INPUT DATA Block Start
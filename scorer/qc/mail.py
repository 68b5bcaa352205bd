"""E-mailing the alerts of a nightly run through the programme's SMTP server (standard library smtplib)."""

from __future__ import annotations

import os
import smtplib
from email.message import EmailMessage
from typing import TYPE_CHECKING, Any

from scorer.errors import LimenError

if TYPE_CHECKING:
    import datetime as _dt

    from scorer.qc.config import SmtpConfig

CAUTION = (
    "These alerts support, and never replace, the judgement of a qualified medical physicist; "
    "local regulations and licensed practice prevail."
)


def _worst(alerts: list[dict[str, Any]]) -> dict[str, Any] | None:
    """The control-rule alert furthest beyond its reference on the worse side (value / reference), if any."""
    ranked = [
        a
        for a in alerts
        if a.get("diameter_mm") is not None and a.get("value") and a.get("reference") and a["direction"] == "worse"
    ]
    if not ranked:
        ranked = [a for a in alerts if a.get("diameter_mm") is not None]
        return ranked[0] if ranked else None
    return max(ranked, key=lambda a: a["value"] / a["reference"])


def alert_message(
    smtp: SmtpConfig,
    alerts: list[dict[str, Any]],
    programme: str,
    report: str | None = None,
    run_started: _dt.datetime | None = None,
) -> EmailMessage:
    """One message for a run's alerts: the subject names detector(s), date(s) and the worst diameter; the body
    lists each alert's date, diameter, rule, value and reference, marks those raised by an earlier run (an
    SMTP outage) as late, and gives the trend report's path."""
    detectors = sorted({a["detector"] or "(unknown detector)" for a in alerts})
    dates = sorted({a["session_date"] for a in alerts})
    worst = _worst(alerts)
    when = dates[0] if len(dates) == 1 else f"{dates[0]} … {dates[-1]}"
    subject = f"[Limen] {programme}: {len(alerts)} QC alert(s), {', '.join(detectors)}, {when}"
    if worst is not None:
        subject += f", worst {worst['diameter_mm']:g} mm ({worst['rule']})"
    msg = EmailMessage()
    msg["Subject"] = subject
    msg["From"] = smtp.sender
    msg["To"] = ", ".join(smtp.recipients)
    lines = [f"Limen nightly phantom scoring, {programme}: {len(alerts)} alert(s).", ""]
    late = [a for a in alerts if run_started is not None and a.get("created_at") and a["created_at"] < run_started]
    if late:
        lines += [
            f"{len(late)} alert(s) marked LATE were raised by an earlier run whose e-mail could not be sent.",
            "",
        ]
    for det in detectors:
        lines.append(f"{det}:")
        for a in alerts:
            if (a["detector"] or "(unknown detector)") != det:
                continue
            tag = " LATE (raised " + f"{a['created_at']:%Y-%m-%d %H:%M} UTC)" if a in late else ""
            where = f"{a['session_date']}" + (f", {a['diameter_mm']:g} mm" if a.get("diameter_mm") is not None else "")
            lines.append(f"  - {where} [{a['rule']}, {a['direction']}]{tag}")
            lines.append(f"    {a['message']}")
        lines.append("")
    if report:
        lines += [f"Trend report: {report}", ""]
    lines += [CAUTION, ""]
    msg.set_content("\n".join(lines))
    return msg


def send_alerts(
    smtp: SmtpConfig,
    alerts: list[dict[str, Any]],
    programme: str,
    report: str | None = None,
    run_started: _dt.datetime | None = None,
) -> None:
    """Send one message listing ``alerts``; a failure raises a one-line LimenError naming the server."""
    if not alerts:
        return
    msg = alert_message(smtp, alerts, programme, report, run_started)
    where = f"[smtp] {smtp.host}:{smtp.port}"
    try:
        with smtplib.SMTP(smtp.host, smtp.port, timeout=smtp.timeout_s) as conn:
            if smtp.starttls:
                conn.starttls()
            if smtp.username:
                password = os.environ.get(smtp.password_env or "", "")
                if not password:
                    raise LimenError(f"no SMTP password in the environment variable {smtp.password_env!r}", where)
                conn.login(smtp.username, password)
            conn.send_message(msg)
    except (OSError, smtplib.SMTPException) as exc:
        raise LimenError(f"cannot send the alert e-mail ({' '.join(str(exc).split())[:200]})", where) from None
INPUT DATA Block End
INPUT DATA Block Start
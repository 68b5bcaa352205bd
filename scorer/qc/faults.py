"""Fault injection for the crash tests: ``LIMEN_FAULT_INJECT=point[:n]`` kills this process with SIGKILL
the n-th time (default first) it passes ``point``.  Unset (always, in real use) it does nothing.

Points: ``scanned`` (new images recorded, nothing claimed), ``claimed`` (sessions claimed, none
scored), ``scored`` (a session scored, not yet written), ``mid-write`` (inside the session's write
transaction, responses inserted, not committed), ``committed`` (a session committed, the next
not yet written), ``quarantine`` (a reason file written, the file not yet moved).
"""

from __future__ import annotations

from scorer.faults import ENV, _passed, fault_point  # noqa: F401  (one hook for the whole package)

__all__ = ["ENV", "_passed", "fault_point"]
INPUT DATA Block End
INPUT DATA Block Start
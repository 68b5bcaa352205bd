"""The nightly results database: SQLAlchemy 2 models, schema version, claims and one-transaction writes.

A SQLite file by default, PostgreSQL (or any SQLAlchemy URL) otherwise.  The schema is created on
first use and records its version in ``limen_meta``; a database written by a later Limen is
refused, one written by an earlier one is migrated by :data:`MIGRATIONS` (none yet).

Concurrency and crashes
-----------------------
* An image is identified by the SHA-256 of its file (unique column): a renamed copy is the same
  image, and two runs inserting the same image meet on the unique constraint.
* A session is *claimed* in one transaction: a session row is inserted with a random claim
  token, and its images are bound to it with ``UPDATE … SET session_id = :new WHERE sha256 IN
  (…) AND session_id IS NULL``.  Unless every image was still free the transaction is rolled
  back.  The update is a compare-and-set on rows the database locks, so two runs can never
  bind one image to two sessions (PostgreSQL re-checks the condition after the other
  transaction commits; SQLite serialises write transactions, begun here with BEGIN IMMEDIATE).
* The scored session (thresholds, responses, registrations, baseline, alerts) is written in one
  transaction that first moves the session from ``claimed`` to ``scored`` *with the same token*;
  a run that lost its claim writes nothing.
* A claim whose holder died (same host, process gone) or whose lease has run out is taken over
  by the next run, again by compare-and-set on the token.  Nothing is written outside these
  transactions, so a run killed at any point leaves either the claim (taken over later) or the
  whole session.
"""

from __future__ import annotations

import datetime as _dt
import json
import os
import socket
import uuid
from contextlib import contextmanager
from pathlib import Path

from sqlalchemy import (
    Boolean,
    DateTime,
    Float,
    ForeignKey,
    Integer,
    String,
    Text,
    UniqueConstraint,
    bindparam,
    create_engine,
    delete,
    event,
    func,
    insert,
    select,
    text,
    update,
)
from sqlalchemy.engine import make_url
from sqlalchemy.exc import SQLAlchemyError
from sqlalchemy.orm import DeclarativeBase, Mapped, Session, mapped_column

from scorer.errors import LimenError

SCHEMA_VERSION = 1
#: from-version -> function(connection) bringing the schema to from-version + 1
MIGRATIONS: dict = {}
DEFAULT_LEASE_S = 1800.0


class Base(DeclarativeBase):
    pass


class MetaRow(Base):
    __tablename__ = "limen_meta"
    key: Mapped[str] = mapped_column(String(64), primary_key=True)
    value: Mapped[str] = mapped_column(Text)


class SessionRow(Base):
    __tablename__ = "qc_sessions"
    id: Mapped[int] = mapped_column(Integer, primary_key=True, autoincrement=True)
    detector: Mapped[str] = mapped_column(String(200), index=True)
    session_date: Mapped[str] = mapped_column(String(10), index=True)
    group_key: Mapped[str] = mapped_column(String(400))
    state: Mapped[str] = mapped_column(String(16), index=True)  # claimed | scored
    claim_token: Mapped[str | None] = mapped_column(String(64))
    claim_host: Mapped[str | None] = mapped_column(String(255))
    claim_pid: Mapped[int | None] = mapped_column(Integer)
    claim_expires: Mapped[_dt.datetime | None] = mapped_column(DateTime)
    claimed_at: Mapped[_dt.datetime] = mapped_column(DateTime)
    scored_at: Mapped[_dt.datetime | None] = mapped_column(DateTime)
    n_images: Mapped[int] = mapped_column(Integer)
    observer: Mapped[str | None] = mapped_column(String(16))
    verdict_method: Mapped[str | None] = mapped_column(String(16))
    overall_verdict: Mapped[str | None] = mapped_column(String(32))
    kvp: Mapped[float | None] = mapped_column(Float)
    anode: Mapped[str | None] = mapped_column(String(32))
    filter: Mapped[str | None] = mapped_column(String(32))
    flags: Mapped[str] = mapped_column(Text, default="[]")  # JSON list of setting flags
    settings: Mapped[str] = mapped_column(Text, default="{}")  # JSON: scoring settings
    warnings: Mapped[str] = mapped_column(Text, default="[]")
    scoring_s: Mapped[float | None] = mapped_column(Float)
INPUT DATA Block End
| INSTRUCTIONS TO FOLLOW |
The expected answer is an exact copy of the lines above, beginning at the line with "JSON: scoring settings" and ending at the line with "scoring_s: Mapped[float |", with both ends in.

| TASK ANSWER |
    settings: Mapped[str] = mapped_column(Text, default="{}")  # JSON: scoring settings
    warnings: Mapped[str] = mapped_column(Text, default="[]")
    scoring_s: Mapped[float | None] = mapped_column(Float)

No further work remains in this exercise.